Across the listing below, how many lines have the word "segment" in them? Provide only the number.
────────────────────────────────────────
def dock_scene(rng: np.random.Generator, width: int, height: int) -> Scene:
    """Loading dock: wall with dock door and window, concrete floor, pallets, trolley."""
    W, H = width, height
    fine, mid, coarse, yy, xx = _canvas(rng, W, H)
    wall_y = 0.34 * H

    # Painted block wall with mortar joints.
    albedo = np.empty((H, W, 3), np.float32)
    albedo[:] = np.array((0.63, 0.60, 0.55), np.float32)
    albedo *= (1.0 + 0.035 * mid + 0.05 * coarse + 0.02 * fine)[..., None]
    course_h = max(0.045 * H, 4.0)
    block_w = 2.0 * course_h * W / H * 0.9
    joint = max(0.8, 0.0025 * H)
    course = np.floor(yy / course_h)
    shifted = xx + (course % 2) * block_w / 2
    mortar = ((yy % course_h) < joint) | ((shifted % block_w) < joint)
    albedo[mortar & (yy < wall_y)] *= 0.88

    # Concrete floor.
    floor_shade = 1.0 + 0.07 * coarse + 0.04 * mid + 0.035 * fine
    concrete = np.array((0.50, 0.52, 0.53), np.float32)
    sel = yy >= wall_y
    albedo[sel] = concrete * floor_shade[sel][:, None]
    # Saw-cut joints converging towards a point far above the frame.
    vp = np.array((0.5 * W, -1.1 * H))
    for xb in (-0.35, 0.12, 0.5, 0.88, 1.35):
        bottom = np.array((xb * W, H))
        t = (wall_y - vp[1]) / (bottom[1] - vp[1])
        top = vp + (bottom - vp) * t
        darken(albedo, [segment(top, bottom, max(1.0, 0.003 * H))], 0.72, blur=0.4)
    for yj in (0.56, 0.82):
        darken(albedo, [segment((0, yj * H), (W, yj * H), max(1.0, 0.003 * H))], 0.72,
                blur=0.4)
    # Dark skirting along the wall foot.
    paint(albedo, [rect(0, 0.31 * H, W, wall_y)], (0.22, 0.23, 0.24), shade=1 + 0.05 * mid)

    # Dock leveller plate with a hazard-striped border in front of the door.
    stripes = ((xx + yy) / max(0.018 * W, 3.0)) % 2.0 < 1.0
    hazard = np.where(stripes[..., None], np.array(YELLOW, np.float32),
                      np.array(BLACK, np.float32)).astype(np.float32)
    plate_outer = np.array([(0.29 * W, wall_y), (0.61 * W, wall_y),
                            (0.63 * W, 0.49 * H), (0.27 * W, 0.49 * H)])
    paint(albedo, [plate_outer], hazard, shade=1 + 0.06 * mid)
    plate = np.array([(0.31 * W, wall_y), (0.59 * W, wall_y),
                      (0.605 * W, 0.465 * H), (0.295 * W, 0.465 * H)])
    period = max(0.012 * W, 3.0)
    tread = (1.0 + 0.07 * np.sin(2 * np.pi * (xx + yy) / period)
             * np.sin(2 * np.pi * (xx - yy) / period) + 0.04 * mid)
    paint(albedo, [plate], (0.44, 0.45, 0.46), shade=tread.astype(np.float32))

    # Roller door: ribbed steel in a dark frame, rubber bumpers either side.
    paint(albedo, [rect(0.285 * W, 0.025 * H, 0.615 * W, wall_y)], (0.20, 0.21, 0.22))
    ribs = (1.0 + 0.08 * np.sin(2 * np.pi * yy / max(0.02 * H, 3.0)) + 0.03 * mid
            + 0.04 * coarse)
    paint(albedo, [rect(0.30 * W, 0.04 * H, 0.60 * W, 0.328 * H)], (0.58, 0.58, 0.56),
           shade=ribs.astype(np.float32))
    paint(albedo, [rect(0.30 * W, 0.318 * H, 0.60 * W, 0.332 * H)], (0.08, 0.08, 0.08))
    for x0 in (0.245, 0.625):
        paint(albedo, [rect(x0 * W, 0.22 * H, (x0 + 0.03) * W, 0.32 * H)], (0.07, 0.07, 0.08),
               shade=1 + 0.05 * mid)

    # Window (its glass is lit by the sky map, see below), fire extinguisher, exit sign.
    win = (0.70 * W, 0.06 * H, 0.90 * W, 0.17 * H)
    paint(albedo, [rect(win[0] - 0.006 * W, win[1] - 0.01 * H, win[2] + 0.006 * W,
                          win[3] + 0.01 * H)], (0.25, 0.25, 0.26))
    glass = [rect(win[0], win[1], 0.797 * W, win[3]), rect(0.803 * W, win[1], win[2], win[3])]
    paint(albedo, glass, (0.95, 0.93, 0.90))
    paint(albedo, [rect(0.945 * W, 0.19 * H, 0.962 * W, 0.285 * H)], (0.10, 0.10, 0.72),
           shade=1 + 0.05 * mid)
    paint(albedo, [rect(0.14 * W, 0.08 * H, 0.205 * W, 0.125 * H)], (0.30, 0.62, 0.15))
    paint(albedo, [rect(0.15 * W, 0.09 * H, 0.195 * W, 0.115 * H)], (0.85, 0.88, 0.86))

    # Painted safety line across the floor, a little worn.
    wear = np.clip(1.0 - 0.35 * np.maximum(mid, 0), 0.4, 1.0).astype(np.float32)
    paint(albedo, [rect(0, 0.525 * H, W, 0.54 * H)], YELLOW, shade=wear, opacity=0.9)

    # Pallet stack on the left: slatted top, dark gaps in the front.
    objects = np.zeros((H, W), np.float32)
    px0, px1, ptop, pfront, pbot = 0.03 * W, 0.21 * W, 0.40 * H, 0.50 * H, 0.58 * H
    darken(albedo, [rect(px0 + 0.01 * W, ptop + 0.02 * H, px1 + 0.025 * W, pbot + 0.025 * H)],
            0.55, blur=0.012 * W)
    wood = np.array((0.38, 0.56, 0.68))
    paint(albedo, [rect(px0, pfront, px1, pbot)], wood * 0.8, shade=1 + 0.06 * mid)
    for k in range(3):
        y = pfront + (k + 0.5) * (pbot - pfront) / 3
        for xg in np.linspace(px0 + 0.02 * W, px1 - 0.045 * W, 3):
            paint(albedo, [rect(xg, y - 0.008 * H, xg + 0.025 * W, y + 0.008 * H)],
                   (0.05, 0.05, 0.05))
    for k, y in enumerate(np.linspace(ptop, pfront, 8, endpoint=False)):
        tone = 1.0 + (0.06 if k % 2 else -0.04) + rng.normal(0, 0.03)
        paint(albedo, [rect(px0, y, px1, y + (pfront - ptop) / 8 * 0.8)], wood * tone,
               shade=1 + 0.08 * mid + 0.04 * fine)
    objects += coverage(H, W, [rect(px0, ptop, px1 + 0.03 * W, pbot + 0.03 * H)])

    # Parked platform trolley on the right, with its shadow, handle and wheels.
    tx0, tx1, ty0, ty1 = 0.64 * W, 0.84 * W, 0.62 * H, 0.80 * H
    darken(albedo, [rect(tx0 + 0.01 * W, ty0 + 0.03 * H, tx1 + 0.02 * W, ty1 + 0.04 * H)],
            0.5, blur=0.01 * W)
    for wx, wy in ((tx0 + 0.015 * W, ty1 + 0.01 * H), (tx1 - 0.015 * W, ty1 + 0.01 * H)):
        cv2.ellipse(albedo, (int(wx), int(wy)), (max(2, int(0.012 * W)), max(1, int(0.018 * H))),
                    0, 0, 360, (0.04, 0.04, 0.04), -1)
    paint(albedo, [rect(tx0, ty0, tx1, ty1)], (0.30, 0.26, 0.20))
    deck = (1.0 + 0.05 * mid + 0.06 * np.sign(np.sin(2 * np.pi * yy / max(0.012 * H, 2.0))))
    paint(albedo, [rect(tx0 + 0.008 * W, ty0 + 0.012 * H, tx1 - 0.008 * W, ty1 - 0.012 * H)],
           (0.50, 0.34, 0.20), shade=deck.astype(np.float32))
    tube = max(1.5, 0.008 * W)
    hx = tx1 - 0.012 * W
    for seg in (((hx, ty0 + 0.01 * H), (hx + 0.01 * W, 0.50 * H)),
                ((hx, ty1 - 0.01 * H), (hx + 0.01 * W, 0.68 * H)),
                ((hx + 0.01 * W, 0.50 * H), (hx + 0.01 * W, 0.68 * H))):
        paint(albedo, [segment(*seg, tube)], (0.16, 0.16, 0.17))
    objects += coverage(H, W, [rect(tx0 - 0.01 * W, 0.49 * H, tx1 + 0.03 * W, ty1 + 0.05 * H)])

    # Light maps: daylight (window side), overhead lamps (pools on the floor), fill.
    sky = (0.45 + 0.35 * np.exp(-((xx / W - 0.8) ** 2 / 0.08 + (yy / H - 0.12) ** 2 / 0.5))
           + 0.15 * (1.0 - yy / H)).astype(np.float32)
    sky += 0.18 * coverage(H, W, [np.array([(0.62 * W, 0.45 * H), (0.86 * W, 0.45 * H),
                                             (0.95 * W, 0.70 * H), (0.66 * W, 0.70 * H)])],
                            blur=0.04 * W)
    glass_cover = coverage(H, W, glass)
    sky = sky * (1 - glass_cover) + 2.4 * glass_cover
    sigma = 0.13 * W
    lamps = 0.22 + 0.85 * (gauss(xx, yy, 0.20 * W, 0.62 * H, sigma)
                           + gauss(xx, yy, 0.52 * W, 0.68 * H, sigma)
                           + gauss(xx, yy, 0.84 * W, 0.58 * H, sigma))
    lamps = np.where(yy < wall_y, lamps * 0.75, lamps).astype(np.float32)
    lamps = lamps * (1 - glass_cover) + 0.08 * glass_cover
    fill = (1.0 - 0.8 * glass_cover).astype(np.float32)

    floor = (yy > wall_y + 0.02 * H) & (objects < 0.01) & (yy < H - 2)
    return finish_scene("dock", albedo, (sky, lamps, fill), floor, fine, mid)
────────────────────────────────────────
Task solution
3